Recently, on 4 September, 2020, the EMA’s Pharmacovigilance Risk Assessment Committee, which is responsible for assessing all aspects of the risk management of medicines for human use at the EMA, confirmed that 5 mg of UPA can cause liver injury, including the need for liver transplantation. The Pharmacovigilance Risk Assessment Committee therefore recommended revocation of the marketing authorisation of this medicine (https://www.ema.europa.eu/en/news/prac-recommends-revoking-marketing-authorisation-ulipristal-acetate-uterine-fibroids).

Taken together, there are several interesting points highlighted by the story of UPA.

  • A summary report by the EMA of more than 100 cases of liver injury post-marketing with four liver transplants after short-term treatment could neither confirm nor rule out DILI due to UPA and treatment with UPA continued for 2 more years, leading to more hepatic reactions until it was suspended.

  • Physiochemical and pharmacokinetic properties of UPA did not suggest an apparent risk for DILI, which should stimulate further research into the potential underlying mechanism of drug properties in general to reduce the risk of DILI in the future.

  • Well-characterised post-marketing cases of DILI must be taken seriously.

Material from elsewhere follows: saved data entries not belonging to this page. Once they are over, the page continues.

describe('sheet ids', () => {
  it.each([
    ['', false],
    ['DS-', false],
    ['../../etc/passwd', false],
    ['DS-20260314-7K3M9QXA2B/../x', false],
    ['DS-20260314-7K3M9QXA2B\n', false],
    [' DS-20260314-7K3M9QXA2B', false],
    ['ds-20260314-7k3m9qxa2b', false], // lower case
    ['DS-20261314-7K3M9QXA2B', false], // month 13
    ['DS-20260300-7K3M9QXA2B', false], // day 0
    ['DS-20260314-7K3M9QXA2I', false], // I is not Crockford base32
    ['DS-20260314-7K3M9QXA2', false], // 9 characters
    ['XX-20260314-7K3M9QXA2B', false],
    ['DS-20260314-7K3M9QXA2B', true],
    ['JT-20261231-0000000000', true],
  ])('isValidSheetId(%j) = %s', (id, ok) => {
    expect(isValidSheetId(id)).toBe(ok);
  });

  it('newSheetId makes valid, distinct ids with the UTC day', () => {
    const ids = new Set(Array.from({ length: 500 }, () => newSheetId('dose', new Date('2026-03-14T23:59:59Z'))));
    expect(ids.size).toBe(500);
    for (const id of ids) {
      expect(isValidSheetId(id)).toBe(true);
      expect(id.startsWith('DS-20260314-')).toBe(true);
    }
    expect(newSheetId('jar-test-evaluation').startsWith('JT-')).toBe(true);
  });
});

describe('timestamps', () => {
  it.each([
    ['2026-03-14T08:30:00Z', '2026-03-14T08:30:00.000Z'],
    ['2026-03-14T08:30+01:00', '2026-03-14T07:30:00.000Z'],
    ['2026-03-14T00:30:00.5-05:00', '2026-03-14T05:30:00.500Z'],
    ['2026-03-14T08:30:00', null], // no zone: ambiguous
    ['2026-02-30T08:30:00Z', null],
    ['2026-03-14 08:30:00Z', null],
    ['14/03/2026 08:30', null],
    ['2026-03-14T24:00:00Z', null],
  ])('normalizeTimestamp(%j) = %j', (text, iso) => {
    expect(normalizeTimestamp(text)).toBe(iso);
  });
});
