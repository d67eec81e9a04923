/**
 * Feed arithmetic: from a dose (mg/L on the oxidant's basis) and a flow to the mass rate,
 * the product actually fed, the solution rate, the metering-pump setting, daily use, days of
 * supply and, for a solid made up as a batch solution, kg per batch against the solubility.
 *
 * Arithmetic is Decimal (src/core/decimal.ts), exact from the SI definitions: mg/L = g/m³, so
 * kg/d = dose × flow(m³/d) ÷ 1000; lb/d from the exact pound (0.45359237 kg). The pounds
 * formula of the trade, lb/d = mg/L × MGD × 8.34, is conventional; the exact factor is
 * 3.785411784 kg ÷ 0.45359237 kg/lb = 8.345404… lb per (mg/L · million gallons) (NIST SP 811).
 */
import { Dec, type Dec as DecT } from '../core/decimal.js';
import { lowerName } from '../core/text.js';
import { DomainError } from '../core/errors.js';
import { UNIT_FACTORS, toBaseDec, fromBaseDec, type Quantity } from '../core/quantity.js';
import type { OxidantRow } from '../reference/dosing-schemas.js';
import { reported, type Flag, type Reported } from './types.js';
import { roundSigNumber } from './round.js';
import type { ProductInput } from './request.js';

const GALLON_L = new Dec(UNIT_FACTORS.volume.gal);
const POUND_KG = new Dec(UNIT_FACTORS.mass.lb);
/** 1 / 0.45359237 to the Decimal clone's 40 digits: multiplying by it is the exact-pound conversion without a division per request. */
const LB_PER_KG = new Dec(1).dividedBy(POUND_KG);
/**
 * lb per (mg/L · million US gallons), exact from the gallon and the pound: 10^6 gal × 3.785411784 L/gal
 * × 1 mg/L = 3.785411784 kg = 3.785411784 / 0.45359237 lb = 8.345404… lb.
 */
export const LB_PER_MG_L_MG_EXACT = GALLON_L.dividedBy(POUND_KG);
export const LB_PER_MG_L_MG_CONVENTIONAL = new Dec('8.34');
const MGD_M3_PER_D = Number(UNIT_FACTORS.flow.MGD);
const GALLON_L_NUM = Number(UNIT_FACTORS.volume.gal);
const POUND_KG_NUM = Number(UNIT_FACTORS.mass.lb);
const MILLI = new Dec('0.001');
const PER_DAY_HOURS = new Dec(1).dividedBy(24);

/** Below this share of rated capacity a metering pump's setting is imprecise (common practice). */
export const PUMP_LOW_SETTING_PERCENT = 5;

export interface FeedConversion {
  /** Formula of the dose basis (KMnO4, Cl2, …). */
  readonly basisFormula: string;
  /** Formula of the compound fed (NaMnO4, NaOCl, Ca(OCl)2, …). */
  readonly productFormula: string;
  /** g of product compound per g of basis, from the product rule and molar masses. */
  readonly productPerBasis: DecT;
  /** How that factor was derived (text). */
  readonly derivation: string;
}

export interface FeedInput {
  readonly oxidant: OxidantRow;
  readonly doseMgPerL: DecT;
  readonly flowM3PerD: DecT;
  readonly conversion: FeedConversion;
  readonly product?: ProductInput | undefined;
  readonly pump?: { readonly id?: string | undefined; readonly ratedCapacity: Quantity } | undefined;
  readonly stock?: Quantity | undefined;
  readonly batch?: { readonly volume: Quantity; readonly temperatureC?: number | undefined } | undefined;
  /** Water temperature, used for the solubility check when the batch has no temperature. */
  readonly temperatureC: number;
  /** The product (strength, density, purity) came from this plant profile, not the request. */
  readonly productFromPlant?: string | undefined;
}

export interface StrengthUsed {
  readonly given: { readonly value: number; readonly unit: string } | null;
  /** What the strength is of: the product compound (KMnO4, NaMnO4, H2O2) or the basis (available chlorine as Cl2). */
  readonly asFormula: string;
  readonly gramsPerL: Reported;
  readonly massFraction: Reported | null;
  readonly density: { readonly value: number; readonly unit: 'kg/L'; readonly from: 'request' | 'plant profile' | 'table' | 'water (assumed)'; readonly note: string } | null;
  readonly text: string;
}

export interface FeedResult {
  readonly basis: string;
  readonly productFormula: string;
  /** Mass rate on the dose basis (as KMnO4, as Cl2 …). */
  readonly massRate: Reported & { readonly basis: string };
  readonly massRateUS: Reported & { readonly basis: string };
  /** The trade's pounds formula with 8.34, shown beside the exact figure. */
  readonly poundsFormula: { readonly conventionalLbPerD: Reported; readonly exactFactor: string; readonly conventionalFactor: '8.34'; readonly note: string };
  /** Mass rate of the compound fed (NaOCl, NaMnO4, Ca(OCl)2 …). */
  readonly compoundMassRate: Reported & { readonly formula: string; readonly derivation: string };
  /** Mass of product as supplied per day (solution, or solid at its purity); null for gases and generated oxidants. */
  readonly productMassRate: (Reported & { readonly what: string }) | null;
  readonly solutionRate: Reported | null;
  readonly solutionRateMLPerMin: Reported | null;
  readonly solutionRateGalPerD: Reported | null;
  readonly strength: StrengthUsed | null;
  readonly pump: { readonly id: string | null; readonly ratedCapacity: Reported; readonly settingPercent: Reported } | null;
  readonly dailyUse: { readonly volume: Reported | null; readonly volumeUS: Reported | null; readonly mass: Reported | null; readonly massUS: Reported | null };
  readonly daysOfSupply: Reported | null;
  readonly batch: {
    readonly volume: Reported;
    readonly productKg: Reported;
    readonly productLb: Reported;
    readonly gramsPer100gWater: Reported;
    readonly solubilityGPer100gWater: Reported | null;
    readonly temperatureC: number;
    readonly withinSolubility: boolean | null;
    readonly lastsDays: Reported | null;
  } | null;
  readonly generator: { readonly label: string; readonly output: Reported; readonly outputGPerH: Reported; readonly note: string } | null;
  readonly notes: readonly string[];
  readonly flags: readonly Flag[];
}

const TEN = new Dec(10);
const THOUSAND = new Dec(1000);

function nominalDefault(ox: OxidantRow) {
  return ox.strength.nominal.find((n) => n.default) ?? ox.strength.nominal[0];
}

/** Linear interpolation in the solubility table; null outside it. */
export function solubilityAt(ox: OxidantRow, temperatureC: number): { value: DecT; clamped: boolean } | null {
  const pts = ox.solubility?.points;
  if (!pts || pts.length < 2) return null;
  const t = new Dec(temperatureC);
  const xs = pts.map((p) => ({ t: new Dec(p.temperatureC), v: new Dec(p.value) }));
  const first = xs[0]!;
  const last = xs[xs.length - 1]!;
  if (t.lessThanOrEqualTo(first.t)) return { value: first.v, clamped: t.lessThan(first.t) };
  if (t.greaterThanOrEqualTo(last.t)) return { value: last.v, clamped: t.greaterThan(last.t) };
  for (let i = 1; i < xs.length; i++) {
    const a = xs[i - 1]!;
    const b = xs[i]!;
    if (t.lessThanOrEqualTo(b.t)) {
      return { value: a.v.plus(b.v.minus(a.v).times(t.minus(a.t)).dividedBy(b.t.minus(a.t))), clamped: false };
    }
  }
  return { value: last.v, clamped: true };
}

/** One tabled density of a product (a strength row of tables/oxidants.json with a density), at both strength scales. */
export interface DensityPoint {
  readonly label: string;
  /** % w/w of the strength formula (product compound, or available chlorine as Cl2 for hypochlorite). */
  readonly massPercent: DecT;
  /** g/L of the strength formula. */
  readonly gramsPerL: DecT;
  readonly density: DecT;
  readonly source: string;
  readonly fromMemory: boolean;
}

  • As it was not possible to identify which patients were most at risk or to identify measures that could reduce the risk, the Pharmacovigilance Risk Assessment Committee concluded that the risks of these medicines outweighed their benefits and that they should not be marketed in the European Union.

  • Studies quantifying the risk for DILI post-marketing are largely lacking and should be encouraged to better evaluate the benefit-risk balance of a given drug.